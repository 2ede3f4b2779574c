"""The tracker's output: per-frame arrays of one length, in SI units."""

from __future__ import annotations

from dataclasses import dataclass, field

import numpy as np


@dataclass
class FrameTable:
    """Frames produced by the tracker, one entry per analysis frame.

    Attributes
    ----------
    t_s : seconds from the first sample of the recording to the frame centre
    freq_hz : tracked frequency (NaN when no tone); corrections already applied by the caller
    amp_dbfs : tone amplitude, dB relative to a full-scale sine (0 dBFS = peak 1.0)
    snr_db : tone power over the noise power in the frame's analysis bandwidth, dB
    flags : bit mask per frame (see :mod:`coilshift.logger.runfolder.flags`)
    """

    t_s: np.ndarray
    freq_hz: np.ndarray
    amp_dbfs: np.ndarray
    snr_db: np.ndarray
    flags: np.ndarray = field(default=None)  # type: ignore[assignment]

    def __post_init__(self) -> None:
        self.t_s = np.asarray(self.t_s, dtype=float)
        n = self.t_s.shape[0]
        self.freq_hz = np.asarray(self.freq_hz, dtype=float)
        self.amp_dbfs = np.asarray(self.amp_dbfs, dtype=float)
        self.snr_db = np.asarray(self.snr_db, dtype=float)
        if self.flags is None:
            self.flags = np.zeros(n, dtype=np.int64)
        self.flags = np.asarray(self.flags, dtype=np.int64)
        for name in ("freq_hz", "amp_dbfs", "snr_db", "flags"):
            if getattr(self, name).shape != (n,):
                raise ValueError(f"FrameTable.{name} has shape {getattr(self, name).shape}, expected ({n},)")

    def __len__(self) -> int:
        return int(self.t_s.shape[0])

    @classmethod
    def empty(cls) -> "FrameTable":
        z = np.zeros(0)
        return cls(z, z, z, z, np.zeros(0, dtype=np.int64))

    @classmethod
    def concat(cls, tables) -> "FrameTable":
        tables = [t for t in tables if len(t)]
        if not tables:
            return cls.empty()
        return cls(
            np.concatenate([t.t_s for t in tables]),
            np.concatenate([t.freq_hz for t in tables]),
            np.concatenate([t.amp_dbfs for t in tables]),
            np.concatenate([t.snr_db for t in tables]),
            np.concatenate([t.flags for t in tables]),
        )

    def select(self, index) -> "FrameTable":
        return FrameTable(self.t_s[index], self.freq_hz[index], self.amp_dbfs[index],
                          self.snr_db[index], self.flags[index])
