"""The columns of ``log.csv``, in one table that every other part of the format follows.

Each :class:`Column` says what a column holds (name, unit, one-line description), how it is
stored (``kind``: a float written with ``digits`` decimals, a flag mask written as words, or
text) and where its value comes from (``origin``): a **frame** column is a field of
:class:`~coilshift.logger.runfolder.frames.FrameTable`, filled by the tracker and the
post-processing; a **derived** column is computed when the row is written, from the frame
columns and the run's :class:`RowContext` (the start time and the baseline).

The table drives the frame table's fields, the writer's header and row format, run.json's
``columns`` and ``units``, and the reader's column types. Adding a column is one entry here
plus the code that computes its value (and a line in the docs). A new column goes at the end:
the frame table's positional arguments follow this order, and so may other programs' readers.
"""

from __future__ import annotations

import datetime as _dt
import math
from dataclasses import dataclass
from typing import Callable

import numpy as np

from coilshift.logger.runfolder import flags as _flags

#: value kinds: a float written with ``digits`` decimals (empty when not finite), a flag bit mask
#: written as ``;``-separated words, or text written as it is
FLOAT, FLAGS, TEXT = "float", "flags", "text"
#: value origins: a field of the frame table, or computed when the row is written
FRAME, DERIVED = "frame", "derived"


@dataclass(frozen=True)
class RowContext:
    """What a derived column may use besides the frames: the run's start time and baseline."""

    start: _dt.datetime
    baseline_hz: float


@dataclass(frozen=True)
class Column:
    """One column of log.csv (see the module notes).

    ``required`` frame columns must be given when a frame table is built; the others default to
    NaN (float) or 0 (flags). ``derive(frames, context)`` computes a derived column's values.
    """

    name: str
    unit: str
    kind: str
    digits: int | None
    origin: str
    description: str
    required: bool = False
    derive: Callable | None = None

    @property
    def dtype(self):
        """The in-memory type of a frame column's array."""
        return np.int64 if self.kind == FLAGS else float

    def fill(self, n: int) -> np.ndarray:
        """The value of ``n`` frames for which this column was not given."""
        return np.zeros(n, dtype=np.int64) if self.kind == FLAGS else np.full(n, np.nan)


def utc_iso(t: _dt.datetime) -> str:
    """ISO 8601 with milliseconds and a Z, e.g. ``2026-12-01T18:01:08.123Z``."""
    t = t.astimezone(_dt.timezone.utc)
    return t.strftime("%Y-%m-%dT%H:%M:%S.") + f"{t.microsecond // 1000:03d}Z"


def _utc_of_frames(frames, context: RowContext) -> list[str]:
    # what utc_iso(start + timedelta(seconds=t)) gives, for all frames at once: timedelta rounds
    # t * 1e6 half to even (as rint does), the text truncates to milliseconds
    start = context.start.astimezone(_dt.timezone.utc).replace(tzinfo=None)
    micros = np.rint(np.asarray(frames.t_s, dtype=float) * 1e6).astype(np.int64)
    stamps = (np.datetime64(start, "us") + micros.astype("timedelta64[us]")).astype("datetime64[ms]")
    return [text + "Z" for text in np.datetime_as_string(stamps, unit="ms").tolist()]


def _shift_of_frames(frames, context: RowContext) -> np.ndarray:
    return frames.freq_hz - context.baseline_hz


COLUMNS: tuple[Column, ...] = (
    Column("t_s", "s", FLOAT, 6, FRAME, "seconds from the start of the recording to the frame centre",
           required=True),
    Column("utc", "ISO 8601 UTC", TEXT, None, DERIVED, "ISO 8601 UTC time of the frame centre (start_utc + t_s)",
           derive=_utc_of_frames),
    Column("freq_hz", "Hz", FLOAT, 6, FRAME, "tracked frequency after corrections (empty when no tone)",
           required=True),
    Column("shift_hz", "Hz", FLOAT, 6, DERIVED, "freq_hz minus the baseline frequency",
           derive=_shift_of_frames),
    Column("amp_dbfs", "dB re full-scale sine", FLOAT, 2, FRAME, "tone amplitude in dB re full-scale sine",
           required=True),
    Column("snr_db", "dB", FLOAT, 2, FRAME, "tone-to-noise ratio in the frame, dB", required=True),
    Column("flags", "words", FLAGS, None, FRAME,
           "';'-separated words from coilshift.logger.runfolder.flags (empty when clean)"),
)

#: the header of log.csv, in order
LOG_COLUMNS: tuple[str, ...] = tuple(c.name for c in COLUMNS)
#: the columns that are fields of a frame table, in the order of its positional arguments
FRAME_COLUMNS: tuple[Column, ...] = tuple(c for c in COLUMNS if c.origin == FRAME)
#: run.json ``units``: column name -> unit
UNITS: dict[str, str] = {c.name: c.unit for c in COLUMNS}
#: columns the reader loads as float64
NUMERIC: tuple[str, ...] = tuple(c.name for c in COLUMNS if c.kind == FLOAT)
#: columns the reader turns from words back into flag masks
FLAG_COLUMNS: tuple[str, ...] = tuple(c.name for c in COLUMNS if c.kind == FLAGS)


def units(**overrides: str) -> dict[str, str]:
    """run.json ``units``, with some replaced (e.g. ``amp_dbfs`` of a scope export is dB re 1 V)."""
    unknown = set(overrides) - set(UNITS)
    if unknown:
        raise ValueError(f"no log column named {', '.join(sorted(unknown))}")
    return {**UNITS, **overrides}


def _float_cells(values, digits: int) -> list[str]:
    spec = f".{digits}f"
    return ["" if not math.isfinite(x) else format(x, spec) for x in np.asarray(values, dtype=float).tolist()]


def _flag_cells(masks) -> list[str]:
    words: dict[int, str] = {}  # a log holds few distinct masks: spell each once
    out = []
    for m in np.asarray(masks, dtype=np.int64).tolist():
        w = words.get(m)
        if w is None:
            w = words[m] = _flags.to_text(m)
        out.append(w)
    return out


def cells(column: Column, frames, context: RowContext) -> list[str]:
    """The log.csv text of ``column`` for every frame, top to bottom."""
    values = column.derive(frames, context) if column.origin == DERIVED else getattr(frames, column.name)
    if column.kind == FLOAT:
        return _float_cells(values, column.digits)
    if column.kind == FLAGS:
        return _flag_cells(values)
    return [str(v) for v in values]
################
### EXERCISE AIM
Lines containing the word "every" must all be returned from the material above.

### TASK SOLUTION
"""The columns of ``log.csv``, in one table that every other part of the format follows.
    """The log.csv text of ``column`` for every frame, top to bottom."""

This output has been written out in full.